Every line from the one with "wall, peak: peak" to the one with "for (let k = 0;", including those two, is to be copied exactly; all other lines of the entries below are left out.

:: Provided material ::

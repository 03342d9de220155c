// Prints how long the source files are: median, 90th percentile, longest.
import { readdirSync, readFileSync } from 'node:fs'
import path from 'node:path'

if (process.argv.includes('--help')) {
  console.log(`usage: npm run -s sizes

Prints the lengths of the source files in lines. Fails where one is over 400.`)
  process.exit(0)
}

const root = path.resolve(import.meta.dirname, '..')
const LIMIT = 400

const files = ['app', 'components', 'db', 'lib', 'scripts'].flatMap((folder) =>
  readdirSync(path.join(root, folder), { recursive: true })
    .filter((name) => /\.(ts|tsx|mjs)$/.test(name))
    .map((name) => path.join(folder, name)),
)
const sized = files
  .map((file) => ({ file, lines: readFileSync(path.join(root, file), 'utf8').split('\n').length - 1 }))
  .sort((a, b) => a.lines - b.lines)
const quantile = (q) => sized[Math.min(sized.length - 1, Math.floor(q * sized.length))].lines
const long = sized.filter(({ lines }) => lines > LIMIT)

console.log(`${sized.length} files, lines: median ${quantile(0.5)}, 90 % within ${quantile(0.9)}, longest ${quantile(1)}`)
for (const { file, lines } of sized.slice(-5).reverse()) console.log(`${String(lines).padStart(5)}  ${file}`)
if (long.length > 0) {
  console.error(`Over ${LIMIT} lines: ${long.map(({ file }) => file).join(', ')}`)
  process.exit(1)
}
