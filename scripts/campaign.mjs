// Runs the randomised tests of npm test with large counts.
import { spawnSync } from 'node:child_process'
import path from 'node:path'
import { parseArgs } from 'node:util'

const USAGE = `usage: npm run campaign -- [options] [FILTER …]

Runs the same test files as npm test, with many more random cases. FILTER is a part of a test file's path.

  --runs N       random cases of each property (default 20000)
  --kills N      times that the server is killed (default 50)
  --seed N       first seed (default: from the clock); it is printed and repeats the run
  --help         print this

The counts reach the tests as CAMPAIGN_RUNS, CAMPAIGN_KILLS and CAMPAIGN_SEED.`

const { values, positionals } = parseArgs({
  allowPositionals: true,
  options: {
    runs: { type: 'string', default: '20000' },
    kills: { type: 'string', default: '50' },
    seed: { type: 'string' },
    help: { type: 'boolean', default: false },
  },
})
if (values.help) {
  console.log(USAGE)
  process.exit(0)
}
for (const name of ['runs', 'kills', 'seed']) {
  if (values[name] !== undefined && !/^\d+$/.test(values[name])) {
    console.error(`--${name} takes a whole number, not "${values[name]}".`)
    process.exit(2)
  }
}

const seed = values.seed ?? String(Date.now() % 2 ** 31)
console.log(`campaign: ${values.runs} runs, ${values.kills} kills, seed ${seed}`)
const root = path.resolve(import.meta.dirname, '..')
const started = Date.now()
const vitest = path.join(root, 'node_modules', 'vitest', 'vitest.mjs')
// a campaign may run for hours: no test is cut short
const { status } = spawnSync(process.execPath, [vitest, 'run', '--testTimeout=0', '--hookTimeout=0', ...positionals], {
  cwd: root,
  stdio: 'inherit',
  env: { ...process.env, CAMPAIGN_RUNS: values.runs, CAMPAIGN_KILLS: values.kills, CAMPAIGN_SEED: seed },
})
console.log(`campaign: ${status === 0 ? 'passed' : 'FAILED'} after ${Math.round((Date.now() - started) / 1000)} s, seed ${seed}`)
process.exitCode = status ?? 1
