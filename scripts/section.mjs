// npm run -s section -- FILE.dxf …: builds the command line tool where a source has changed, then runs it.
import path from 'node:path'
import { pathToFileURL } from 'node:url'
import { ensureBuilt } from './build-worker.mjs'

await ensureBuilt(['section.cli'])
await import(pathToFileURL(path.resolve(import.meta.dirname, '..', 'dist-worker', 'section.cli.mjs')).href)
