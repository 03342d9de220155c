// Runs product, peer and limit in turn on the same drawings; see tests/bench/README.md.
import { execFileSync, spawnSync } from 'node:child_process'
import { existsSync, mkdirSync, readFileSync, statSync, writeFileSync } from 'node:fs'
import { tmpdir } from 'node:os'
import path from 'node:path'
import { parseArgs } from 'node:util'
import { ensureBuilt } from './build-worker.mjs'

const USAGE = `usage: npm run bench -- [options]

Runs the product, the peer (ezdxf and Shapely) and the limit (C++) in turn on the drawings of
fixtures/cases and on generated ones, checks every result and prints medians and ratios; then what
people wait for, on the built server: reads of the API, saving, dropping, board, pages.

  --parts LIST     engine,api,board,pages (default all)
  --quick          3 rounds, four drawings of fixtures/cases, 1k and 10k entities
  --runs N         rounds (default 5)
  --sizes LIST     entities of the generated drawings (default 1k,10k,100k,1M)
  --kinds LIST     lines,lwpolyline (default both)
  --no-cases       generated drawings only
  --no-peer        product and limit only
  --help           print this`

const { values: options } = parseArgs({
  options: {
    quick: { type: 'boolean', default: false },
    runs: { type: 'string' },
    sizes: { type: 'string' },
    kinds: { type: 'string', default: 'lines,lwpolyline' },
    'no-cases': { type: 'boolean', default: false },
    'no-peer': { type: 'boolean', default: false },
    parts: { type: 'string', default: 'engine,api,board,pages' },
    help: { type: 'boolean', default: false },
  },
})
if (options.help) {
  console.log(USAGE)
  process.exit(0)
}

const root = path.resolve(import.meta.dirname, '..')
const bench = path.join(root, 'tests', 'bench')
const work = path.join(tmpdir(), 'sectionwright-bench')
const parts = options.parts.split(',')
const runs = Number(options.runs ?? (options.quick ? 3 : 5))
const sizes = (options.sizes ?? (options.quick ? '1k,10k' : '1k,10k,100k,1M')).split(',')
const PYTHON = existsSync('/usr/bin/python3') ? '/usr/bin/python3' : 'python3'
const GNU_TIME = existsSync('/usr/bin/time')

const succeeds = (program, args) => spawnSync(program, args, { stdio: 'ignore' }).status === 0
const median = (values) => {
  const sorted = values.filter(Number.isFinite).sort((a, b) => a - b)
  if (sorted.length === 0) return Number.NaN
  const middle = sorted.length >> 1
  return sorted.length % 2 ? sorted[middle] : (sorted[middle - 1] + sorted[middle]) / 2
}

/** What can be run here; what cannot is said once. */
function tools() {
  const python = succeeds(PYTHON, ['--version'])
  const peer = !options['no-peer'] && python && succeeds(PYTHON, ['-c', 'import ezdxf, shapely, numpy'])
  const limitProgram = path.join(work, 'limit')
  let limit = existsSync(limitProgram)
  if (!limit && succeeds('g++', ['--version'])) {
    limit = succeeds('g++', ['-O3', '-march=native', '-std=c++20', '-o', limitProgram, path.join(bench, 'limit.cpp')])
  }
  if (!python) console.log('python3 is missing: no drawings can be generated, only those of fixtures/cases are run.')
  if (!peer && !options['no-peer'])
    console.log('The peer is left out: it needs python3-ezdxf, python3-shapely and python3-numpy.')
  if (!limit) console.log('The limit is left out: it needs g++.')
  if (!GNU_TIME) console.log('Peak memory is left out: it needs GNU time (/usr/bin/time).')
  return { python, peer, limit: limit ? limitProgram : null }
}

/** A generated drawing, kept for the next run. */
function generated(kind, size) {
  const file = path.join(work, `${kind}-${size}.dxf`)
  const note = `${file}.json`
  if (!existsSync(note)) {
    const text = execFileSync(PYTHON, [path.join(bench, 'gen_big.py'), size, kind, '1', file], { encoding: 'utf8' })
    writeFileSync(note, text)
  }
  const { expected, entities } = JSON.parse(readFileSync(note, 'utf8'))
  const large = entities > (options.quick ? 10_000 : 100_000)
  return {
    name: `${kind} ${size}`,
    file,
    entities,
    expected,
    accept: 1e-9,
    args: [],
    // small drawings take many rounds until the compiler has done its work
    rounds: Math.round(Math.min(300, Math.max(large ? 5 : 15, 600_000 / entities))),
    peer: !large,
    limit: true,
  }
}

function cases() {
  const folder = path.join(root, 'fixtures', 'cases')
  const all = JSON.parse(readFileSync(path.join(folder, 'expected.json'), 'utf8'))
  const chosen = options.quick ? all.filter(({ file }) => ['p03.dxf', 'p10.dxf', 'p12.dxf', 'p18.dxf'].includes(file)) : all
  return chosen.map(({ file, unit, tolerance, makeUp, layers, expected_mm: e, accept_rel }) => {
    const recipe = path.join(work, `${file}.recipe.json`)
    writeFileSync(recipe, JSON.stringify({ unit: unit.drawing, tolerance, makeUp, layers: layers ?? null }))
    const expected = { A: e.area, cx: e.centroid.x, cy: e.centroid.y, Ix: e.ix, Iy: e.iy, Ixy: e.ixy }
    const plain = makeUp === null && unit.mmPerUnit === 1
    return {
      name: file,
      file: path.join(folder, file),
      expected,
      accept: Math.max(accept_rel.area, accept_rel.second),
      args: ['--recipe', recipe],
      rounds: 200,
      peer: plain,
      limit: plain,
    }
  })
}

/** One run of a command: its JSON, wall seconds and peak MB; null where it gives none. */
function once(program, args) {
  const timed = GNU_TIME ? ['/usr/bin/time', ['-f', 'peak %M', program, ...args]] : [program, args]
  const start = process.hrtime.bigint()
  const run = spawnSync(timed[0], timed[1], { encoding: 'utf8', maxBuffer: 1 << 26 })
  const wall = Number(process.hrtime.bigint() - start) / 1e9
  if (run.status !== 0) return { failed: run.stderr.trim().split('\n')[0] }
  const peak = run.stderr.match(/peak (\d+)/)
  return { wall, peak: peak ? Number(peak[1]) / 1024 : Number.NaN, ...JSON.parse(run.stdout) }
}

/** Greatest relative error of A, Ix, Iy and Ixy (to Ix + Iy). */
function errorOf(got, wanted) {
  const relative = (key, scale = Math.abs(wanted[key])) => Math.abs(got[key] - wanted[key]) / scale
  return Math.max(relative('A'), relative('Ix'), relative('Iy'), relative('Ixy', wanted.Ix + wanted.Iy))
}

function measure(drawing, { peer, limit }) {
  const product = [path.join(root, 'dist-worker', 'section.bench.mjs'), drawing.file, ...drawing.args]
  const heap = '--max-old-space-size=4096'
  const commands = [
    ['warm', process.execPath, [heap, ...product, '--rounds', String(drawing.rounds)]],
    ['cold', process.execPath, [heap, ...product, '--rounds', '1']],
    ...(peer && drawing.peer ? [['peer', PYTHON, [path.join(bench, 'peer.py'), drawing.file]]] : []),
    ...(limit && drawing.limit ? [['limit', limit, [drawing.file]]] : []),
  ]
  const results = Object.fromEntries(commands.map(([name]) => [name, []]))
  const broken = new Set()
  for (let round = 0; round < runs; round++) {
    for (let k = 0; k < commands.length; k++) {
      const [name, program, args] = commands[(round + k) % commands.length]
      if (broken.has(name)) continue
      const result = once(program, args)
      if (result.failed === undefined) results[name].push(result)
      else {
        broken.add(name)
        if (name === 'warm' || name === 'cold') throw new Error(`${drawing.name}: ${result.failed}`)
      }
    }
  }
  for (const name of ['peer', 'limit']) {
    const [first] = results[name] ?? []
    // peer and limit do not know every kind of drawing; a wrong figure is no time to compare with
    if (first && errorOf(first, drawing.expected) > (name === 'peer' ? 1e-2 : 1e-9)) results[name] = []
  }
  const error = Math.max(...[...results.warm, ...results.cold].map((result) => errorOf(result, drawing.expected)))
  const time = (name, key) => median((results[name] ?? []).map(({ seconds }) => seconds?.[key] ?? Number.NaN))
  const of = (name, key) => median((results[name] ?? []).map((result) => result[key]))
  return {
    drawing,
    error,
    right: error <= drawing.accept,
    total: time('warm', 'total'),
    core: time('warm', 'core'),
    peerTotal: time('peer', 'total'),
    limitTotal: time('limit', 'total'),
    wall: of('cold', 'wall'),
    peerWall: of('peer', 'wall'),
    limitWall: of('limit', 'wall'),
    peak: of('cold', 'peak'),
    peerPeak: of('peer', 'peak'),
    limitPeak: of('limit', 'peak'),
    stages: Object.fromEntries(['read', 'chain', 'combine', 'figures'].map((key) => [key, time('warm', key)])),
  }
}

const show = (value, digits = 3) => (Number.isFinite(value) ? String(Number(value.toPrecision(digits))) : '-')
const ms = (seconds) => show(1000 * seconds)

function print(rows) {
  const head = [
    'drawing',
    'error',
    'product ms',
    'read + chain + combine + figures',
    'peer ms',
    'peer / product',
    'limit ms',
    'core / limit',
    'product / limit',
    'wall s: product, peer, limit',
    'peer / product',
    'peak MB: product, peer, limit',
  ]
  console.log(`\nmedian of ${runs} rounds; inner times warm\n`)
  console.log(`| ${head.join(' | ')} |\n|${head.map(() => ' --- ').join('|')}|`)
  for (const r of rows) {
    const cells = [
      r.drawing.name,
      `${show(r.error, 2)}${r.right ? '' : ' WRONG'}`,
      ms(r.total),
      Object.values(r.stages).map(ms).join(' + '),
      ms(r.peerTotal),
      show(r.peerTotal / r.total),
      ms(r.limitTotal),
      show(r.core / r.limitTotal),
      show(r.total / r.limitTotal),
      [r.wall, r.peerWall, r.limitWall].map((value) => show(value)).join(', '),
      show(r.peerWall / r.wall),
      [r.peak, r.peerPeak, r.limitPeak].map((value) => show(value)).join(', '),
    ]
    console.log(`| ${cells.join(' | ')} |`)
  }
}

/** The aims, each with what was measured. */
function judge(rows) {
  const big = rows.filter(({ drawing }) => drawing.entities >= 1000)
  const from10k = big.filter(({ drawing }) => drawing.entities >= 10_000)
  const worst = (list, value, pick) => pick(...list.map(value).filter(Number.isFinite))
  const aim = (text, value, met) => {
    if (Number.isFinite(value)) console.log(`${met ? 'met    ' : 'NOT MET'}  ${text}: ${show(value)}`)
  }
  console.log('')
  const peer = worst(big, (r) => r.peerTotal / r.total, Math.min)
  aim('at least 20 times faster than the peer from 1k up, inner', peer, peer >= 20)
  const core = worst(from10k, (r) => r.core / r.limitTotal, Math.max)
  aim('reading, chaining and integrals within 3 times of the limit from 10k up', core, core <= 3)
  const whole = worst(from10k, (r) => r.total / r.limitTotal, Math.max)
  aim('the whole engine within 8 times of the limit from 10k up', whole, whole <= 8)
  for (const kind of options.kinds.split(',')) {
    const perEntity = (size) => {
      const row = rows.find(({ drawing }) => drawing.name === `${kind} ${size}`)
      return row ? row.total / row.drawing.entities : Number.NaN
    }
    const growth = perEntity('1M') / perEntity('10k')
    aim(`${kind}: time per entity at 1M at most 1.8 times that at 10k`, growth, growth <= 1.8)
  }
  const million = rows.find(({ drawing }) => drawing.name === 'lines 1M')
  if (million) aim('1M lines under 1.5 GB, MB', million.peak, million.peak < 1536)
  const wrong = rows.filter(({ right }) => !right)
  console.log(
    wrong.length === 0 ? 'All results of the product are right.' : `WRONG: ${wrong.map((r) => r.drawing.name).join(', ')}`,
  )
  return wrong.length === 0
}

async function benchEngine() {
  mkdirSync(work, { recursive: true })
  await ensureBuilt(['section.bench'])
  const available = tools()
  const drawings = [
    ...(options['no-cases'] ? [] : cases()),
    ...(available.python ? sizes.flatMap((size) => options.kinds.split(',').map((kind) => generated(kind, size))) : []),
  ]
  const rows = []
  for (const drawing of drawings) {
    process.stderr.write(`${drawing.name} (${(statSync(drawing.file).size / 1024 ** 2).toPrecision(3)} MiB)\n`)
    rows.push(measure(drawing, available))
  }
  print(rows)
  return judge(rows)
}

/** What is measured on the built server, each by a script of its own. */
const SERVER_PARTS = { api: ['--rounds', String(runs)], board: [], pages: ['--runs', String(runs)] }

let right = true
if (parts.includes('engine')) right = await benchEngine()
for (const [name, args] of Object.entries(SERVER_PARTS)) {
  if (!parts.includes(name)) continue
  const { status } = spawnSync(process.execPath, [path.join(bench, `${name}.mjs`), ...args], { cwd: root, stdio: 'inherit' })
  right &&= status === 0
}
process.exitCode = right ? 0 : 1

:::

--- The answer ---
  return { wall, peak: peak ? Number(peak[1]) / 1024 : Number.NaN, ...JSON.parse(run.stdout) }
}

/** Greatest relative error of A, Ix, Iy and Ixy (to Ix + Iy). */
function errorOf(got, wanted) {
  const relative = (key, scale = Math.abs(wanted[key])) => Math.abs(got[key] - wanted[key]) / scale
  return Math.max(relative('A'), relative('Ix'), relative('Iy'), relative('Ixy', wanted.Ix + wanted.Iy))
}

function measure(drawing, { peer, limit }) {
  const product = [path.join(root, 'dist-worker', 'section.bench.mjs'), drawing.file, ...drawing.args]
  const heap = '--max-old-space-size=4096'
  const commands = [
    ['warm', process.execPath, [heap, ...product, '--rounds', String(drawing.rounds)]],
    ['cold', process.execPath, [heap, ...product, '--rounds', '1']],
    ...(peer && drawing.peer ? [['peer', PYTHON, [path.join(bench, 'peer.py'), drawing.file]]] : []),
    ...(limit && drawing.limit ? [['limit', limit, [drawing.file]]] : []),
  ]
  const results = Object.fromEntries(commands.map(([name]) => [name, []]))
  const broken = new Set()
  for (let round = 0; round < runs; round++) {
    for (let k = 0; k < commands.length; k++) {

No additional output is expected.